In one corner is the traditional print chemistry textbook, used by general chemistry classes for decades. It will face off against the online ChemWiki, an open collection of chemistry articles and resources, collected and vetted over the last five years by Professor Delmar Larsen and a host of student-editors. Researchers from the Center for Education and Evaluation Services at the UC Davis School of Education will decide the winner, according to a university press release.

The 200 students enrolled in general chemistry during the spring term will all attend the same lectures and take the same tests. But half will study from the regular textbook while the other half will use the free ChemWiki in lieu of a textbook. The head-to-head bout, supported by a grant from the National Science Foundation, is intended to determine whether the wiki is good enough to knock the textbook out and save students money.

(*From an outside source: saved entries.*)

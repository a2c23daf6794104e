using WearWatch.Diagnosis.Facts;
using WearWatch.Diagnosis.Steering;

namespace WearWatch.Diagnosis.Roads;

/// <summary>Where a cell's bank is drawn to: the usual crown of its side (level shared), or what an earlier fit found.</summary>
internal readonly record struct CellPrior(double Bank, double Weight, bool OnLevel);

/// <summary>Runs and vehicles sorted and numbered, witnesses in flat columns: torque, angle, bank reading.</summary>
internal sealed class RoadProblem
{
    /// <summary>With fewer steady runs than this, driven ones are taken too.</summary>
    public const int EnoughSteadyRuns = 5;

    /// <summary>Lanes a vehicle, pair, trip or class takes; the witnesses fill the first three.</summary>
    public const int Lanes = 4;

    /// <summary>Numbers a sighting takes; read four at a time, the last belonging to the next sighting and counting for nothing.</summary>
    public const int Witnesses = 3;

    private readonly RoadRow[] _rows;
    private readonly bool[] _assistLogged;
    private readonly int[] _cellNumber; // by the table's name
    private int[] _cellOfRun = [];      // by place in the order, −1 where the run is not part of the fit; only while numbering
    private readonly List<(int Vehicle, int Name)> _cells = [];

    /// <param name="runs">All runs, or a day's new ones.</param>
    /// <param name="vehicles">Runs of others are left out.</param>
    /// <param name="earlier">Whether an earlier fit already knows the vehicle's steady runs, so that driven ones are not wanted.</param>
    public RoadProblem(RoadRuns runs, IReadOnlyList<RoadVehicle> vehicles, Func<string, bool>? earlier = null)
    {
        (Runs, _rows) = (runs, runs.Table);
        Vehicles = vehicles.OrderBy(v => v.VehicleId, StringComparer.Ordinal).DistinctBy(v => v.VehicleId).ToArray();
        var index = new Dictionary<string, int>(Vehicles.Length, StringComparer.Ordinal);
        for (var v = 0; v < Vehicles.Length; v++) index[Vehicles[v].VehicleId] = v;
        (Order, RunFrom) = new RunOrder(runs).By(runs.Vehicles.Select(id => index.GetValueOrDefault(id, -1)).ToArray(), Vehicles.Length);
        Gains = Vehicles.Select(v => (v.Class, KindOf(v))).Distinct().Order().ToArray();
        GainOf = Vehicles.Select(v => Array.IndexOf(Gains, (v.Class, KindOf(v)))).ToArray();
        (TakesDriven, _assistLogged) = (new bool[Vehicles.Length], new bool[Vehicles.Length]);
        TripFrom = new int[Vehicles.Length + 1];
        (_cellOfRun, _cellNumber) = (new int[Order.Length], new int[runs.Cells.Count]);
        Array.Fill(_cellOfRun, -1);
        Array.Fill(_cellNumber, -1);
        var sightingFrom = new int[Vehicles.Length + 1];
        for (var v = 0; v < Vehicles.Length; v++) sightingFrom[v + 1] = sightingFrom[v] + Place(v, earlier is not null && earlier(Vehicles[v].VehicleId));
        var (place, cell) = (new int[sightingFrom[^1]], new int[sightingFrom[^1]]);
        for (int at = 0, i = 0; i < Order.Length; i++)
            if (_cellOfRun[i] >= 0) (place[at], cell[at++]) = (i, _cellOfRun[i]);
        (ComponentOfVehicle, Components) = RoadGraph.Join(Vehicles.Length, sightingFrom, cell, _cells.Count);
        VehiclesOf = new int[Components];
        for (var v = 0; v < Vehicles.Length; v++) if (Vehicles[v].SameAs is null) VehiclesOf[ComponentOfVehicle[v]]++;
        CellComponent = SortCells(cell);
        new RoadParts(sightingFrom).Each((_, from, to) =>
        {
            for (var v = from; v < to; v++) ByCell(cell, place, sightingFrom[v], sightingFrom[v + 1]);
        });
        Graph = new(sightingFrom, cell, _cells.Count);
        (PlaceOf, Trip, TripSize) = (place, new int[place.Length], new float[Lanes * Trips]);
        (Values, Variances) = (new float[Witnesses * place.Length + 1], new float[Witnesses * place.Length + 1]);
        Present = new bool[Lanes * Vehicles.Length];
        _cellOfRun = [];
        Graph.ByVehicle.Each((_, from, to) =>
        {
            for (var v = from; v < to; v++) Fill(v);
        });
    }

    public RoadRuns Runs { get; }
    public RoadVehicle[] Vehicles { get; }
    /// <summary>The table's rows in order, and where each vehicle's start.</summary>
    public int[] Order { get; }
    public int[] RunFrom { get; }
    /// <summary>Class and kind of torque that share gains.</summary>
    public (VehicleClass Class, TorqueKind Torque)[] Gains { get; }
    public int[] GainOf { get; }
    /// <summary>Too few steady runs, so that its driven runs count as well.</summary>
    public bool[] TakesDriven { get; }
    /// <summary>One vehicle's runs of one stream are a trip.</summary>
    public int Trips { get; private set; }
    /// <summary>First trip of each vehicle; one more than there are vehicles.</summary>
    public int[] TripFrom { get; }
    public int[] ComponentOfVehicle { get; }
    public int Components { get; }
    /// <summary>Vehicles of each component, one that enters at several times once.</summary>
    public int[] VehiclesOf { get; }
    public int[] CellComponent { get; }
    public RoadGraph Graph { get; }
    /// <summary>Place in the order of each sighting of the graph.</summary>
    public int[] PlaceOf { get; }
    /// <summary>Trip of each sighting.</summary>
    public int[] Trip { get; }
    /// <summary>What the witnesses of each sighting say: N·m, deg, sine; 0 where silent.</summary>
    public float[] Values { get; }
    /// <summary>Squared standard errors of the values; infinite where silent.</summary>
    public float[] Variances { get; }
    /// <summary>Runs of each trip, per witness.</summary>
    public float[] TripSize { get; }
    /// <summary>Whether any run of the vehicle has the witness.</summary>
    public bool[] Present { get; }
    public int Cells => _cells.Count;

    public ref readonly RoadRow Run(int place) => ref _rows[Order[place]];
    public int SideOf(int cell) => (int)Vehicles[_cells[cell].Vehicle].TrafficSide;
    /// <summary>Null where the cell has no position.</summary>
    public string? CellName(int cell) => _cells[cell].Name < 0 ? null : Runs.Cells[_cells[cell].Name];

    /// <summary>Cell under each of a vehicle's runs: its own in the fit, or else the named one, if any run of the fit lies there; −1 where none does.</summary>
    public int[] CellsUnder(int vehicle)
    {
        var from = RunFrom[vehicle];
        var cells = new int[RunFrom[vehicle + 1] - from];
        for (var i = 0; i < cells.Length; i++) cells[i] = Run(from + i).Cell is var name and >= 0 ? _cellNumber[name] : -1;
        for (var e = Graph.VehicleFrom[vehicle]; e < Graph.VehicleFrom[vehicle + 1]; e++)
            for (var i = Graph.SightingFrom[e]; i < Graph.SightingFrom[e + 1]; i++) cells[PlaceOf[i] - from] = Graph.CellOf[e];
        return cells;
    }


    /// <summary>Whether the run's torque is of the vehicle's kind: with assist logged in some runs, only those count.</summary>
    public bool TorqueCounts(int vehicle, in RoadRow run) =>
        Vehicles[vehicle].TorqueUsable && !float.IsNaN(run.Torque) && (run.IncludesAssist || !_assistLogged[vehicle]);

    private static TorqueKind KindOf(RoadVehicle v) => v.Torque == TorqueKind.TorsionBar ? TorqueKind.TorsionBar : TorqueKind.Total;

    /// <summary>Gives each run of the vehicle that is part of the fit its cell, in order of first touch, and its trip.</summary>
    private int Place(int v, bool seenBefore)
    {
        _assistLogged[v] = seenBefore && Vehicles[v].Torque == TorqueKind.Total;
        var (steady, placed, usual) = (0, 0, -1);
        for (var i = RunFrom[v]; i < RunFrom[v + 1]; i++)
        {
            ref readonly var run = ref Run(i);
            _assistLogged[v] |= run.IncludesAssist;
            if (run.Mode == RunMode.Coast) steady++;
            if (i > RunFrom[v] && Run(i - 1).Stream != run.Stream) Trips++;
        }
        if (RunFrom[v + 1] > RunFrom[v]) Trips++;
        TripFrom[v + 1] = Trips;
        TakesDriven[v] = steady < EnoughSteadyRuns && !seenBefore;
        for (var i = RunFrom[v]; i < RunFrom[v + 1]; i++)
        {
            ref readonly var run = ref Run(i);
            if (run.Mode == RunMode.Brake || (run.Mode == RunMode.Drive && !TakesDriven[v])) continue;
            var reads = !float.IsNaN(run.Bank);
            if (!reads && float.IsNaN(run.Angle) && !TorqueCounts(v, run)) continue;
            // A run without position has a bank of its own when it reads one; else the vehicle's runs share one road.
            if (run.Cell >= 0) _cellOfRun[i] = _cellNumber[run.Cell] is var known and >= 0 ? known : _cellNumber[run.Cell] = NewCell(v, run.Cell);
            else _cellOfRun[i] = reads ? NewCell(v, -1) : usual >= 0 ? usual : usual = NewCell(v, -1);
            placed++;
        }
        return placed;
    }

    private int NewCell(int v, int name)
    {
        _cells.Add((v, name));
        return _cells.Count - 1;
    }

    /// <summary>Renumbers cells so that each component's stand together.</summary>
    private int[] SortCells(int[] cell)
    {
        var component = _cells.Select(c => ComponentOfVehicle[c.Vehicle]).ToArray();
        var from = new int[Components + 1];
        foreach (var k in component) from[k + 1]++;
        for (var k = 0; k < Components; k++) from[k + 1] += from[k];
        var (number, sorted, owner) = (new int[component.Length], new int[component.Length], _cells.ToArray());
        for (var c = 0; c < component.Length; c++)
        {
            number[c] = from[component[c]]++;
            (sorted[number[c]], _cells[number[c]]) = (component[c], owner[c]);
        }
        for (var i = 0; i < cell.Length; i++) cell[i] = number[cell[i]];
        for (var i = 0; i < _cellOfRun.Length; i++) if (_cellOfRun[i] >= 0) _cellOfRun[i] = number[_cellOfRun[i]];
        for (var n = 0; n < _cellNumber.Length; n++) if (_cellNumber[n] >= 0) _cellNumber[n] = number[_cellNumber[n]];
        return sorted;
    }

    /// <summary>Sorts one vehicle's sightings by cell, and those of one cell by their runs.</summary>
    private static void ByCell(int[] cell, int[] place, int from, int to)
    {
        Array.Sort(cell, place, from, to - from);
        for (var i = from; i < to; i++)
            if (i + 1 == to || cell[i + 1] != cell[i])
            {
                Array.Sort(place, from, i + 1 - from);
                from = i + 1;
            }
    }

    private void Fill(int v)
    {
        var (from, to) = (Graph.SightingFrom[Graph.VehicleFrom[v]], Graph.SightingFrom[Graph.VehicleFrom[v + 1]]);
        // Streams of a vehicle stand together in the order, so that trips are counted along it.
        var (trips, trip) = (new int[RunFrom[v + 1] - RunFrom[v]], TripFrom[v]);
        for (var i = 1; i < trips.Length; i++) trips[i] = Run(RunFrom[v] + i).Stream == Run(RunFrom[v] + i - 1).Stream ? trips[i - 1] : trips[i - 1] + 1;
        for (var i = from; i < to; i++)
        {
            ref readonly var run = ref Run(PlaceOf[i]);
            Trip[i] = trip + trips[PlaceOf[i] - RunFrom[v]];
            Set(v, i, 0, TorqueCounts(v, run) ? run.Torque : float.NaN, run.TorqueError);
            Set(v, i, 1, run.Angle, run.AngleError);
            Set(v, i, 2, run.Bank, run.BankError);
        }
    }

    private void Set(int v, int sighting, int lane, float value, float error)
    {
        var (at, there) = (Witnesses * sighting + lane, !float.IsNaN(value));
        (Values[at], Variances[at]) = there ? (value, error * error) : (0, float.PositiveInfinity);
        if (!there) return;
        Present[Lanes * v + lane] = true;
        TripSize[Lanes * Trip[sighting] + lane]++;
    }
}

If so, additional grant monies will help expand the wiki. Plans are underway for a collaboration with UC Irvine’s OpenChem initiative, a series of free and open video-recorded lectures on chemistry.

Larsen and his colleagues are also creating wikis for other scientific fields—including physics, statistics, geology, biology, and mathematics—with the idea they may someday deliver a final blow to textbooks, at least those for undergraduate courses dealing with fundamental concepts that haven’t changed in years.